▸ DIRECTIONS: The lines from the start of the data up to and including the one with "pub(super) enum Kind" should be returned exactly, and nothing else.

▸ SUPPLIED RECORDS:
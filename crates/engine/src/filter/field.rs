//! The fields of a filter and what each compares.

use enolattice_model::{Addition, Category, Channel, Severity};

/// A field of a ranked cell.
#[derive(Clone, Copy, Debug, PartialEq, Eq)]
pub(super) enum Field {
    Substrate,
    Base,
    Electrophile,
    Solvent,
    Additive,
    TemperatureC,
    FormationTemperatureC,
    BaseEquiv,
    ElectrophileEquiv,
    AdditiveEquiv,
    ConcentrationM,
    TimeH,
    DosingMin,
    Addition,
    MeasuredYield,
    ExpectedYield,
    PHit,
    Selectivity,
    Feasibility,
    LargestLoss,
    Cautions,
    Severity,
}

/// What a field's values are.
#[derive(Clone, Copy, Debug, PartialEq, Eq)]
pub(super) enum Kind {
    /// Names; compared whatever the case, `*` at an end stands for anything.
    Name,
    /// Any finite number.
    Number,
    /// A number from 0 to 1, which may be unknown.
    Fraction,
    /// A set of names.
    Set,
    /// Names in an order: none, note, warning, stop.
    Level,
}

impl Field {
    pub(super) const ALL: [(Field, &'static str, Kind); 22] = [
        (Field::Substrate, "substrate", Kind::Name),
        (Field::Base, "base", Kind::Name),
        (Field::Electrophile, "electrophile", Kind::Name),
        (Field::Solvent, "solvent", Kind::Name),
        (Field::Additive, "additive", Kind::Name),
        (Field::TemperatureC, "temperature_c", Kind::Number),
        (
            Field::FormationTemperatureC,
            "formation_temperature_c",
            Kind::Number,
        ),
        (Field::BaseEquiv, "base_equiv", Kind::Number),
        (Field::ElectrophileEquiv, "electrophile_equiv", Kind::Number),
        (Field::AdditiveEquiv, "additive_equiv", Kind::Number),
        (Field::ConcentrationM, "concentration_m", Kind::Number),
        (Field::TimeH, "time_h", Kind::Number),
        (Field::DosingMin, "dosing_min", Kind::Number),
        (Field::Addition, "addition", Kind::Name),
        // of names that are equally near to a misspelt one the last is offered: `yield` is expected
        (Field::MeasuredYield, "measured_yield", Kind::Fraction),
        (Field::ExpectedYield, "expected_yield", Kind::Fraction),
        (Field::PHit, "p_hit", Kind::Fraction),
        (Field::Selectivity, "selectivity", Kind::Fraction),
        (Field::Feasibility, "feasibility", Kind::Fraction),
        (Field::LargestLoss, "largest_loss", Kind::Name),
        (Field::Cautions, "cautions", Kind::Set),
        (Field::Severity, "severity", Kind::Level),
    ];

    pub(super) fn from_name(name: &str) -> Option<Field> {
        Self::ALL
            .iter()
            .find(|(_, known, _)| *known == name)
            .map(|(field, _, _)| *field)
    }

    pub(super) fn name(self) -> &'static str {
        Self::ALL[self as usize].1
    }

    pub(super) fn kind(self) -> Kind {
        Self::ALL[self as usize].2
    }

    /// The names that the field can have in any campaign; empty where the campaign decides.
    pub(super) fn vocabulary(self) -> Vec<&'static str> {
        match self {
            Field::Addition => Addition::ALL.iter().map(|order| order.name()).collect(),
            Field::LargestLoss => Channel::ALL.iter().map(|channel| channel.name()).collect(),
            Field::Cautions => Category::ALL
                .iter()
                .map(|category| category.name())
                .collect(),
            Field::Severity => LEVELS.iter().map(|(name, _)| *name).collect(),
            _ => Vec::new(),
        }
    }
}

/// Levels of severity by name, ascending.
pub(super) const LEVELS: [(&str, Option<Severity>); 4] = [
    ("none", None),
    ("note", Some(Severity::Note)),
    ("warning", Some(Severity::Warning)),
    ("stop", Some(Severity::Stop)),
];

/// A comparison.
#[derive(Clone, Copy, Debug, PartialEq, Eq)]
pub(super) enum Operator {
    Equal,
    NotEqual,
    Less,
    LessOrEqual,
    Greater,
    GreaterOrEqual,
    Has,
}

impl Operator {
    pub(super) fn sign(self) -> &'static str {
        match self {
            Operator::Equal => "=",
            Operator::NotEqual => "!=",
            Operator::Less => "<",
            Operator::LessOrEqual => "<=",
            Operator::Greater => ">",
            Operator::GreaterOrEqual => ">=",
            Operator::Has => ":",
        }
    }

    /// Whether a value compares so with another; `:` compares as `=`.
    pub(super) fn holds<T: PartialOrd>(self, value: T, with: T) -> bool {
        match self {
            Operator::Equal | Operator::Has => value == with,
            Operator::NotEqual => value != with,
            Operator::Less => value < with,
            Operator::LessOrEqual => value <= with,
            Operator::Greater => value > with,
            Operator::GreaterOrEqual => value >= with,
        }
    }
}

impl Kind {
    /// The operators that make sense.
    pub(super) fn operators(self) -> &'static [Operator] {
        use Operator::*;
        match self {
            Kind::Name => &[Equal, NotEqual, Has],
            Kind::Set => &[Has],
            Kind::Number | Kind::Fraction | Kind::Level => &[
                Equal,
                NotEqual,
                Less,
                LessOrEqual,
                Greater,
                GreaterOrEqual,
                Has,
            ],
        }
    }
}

▸ RESPONSE AREA:
filename crates/engine/src/filter/field.rs
//! The fields of a filter and what each compares.

use enolattice_model::{Addition, Category, Channel, Severity};

/// A field of a ranked cell.
#[derive(Clone, Copy, Debug, PartialEq, Eq)]
pub(super) enum Field {
    Substrate,
    Base,
    Electrophile,
    Solvent,
    Additive,
    TemperatureC,
    FormationTemperatureC,
    BaseEquiv,
    ElectrophileEquiv,
    AdditiveEquiv,
    ConcentrationM,
    TimeH,
    DosingMin,
    Addition,
    MeasuredYield,
    ExpectedYield,
    PHit,
    Selectivity,
    Feasibility,
    LargestLoss,
    Cautions,
    Severity,
}

/// What a field's values are.
#[derive(Clone, Copy, Debug, PartialEq, Eq)]
pub(super) enum Kind {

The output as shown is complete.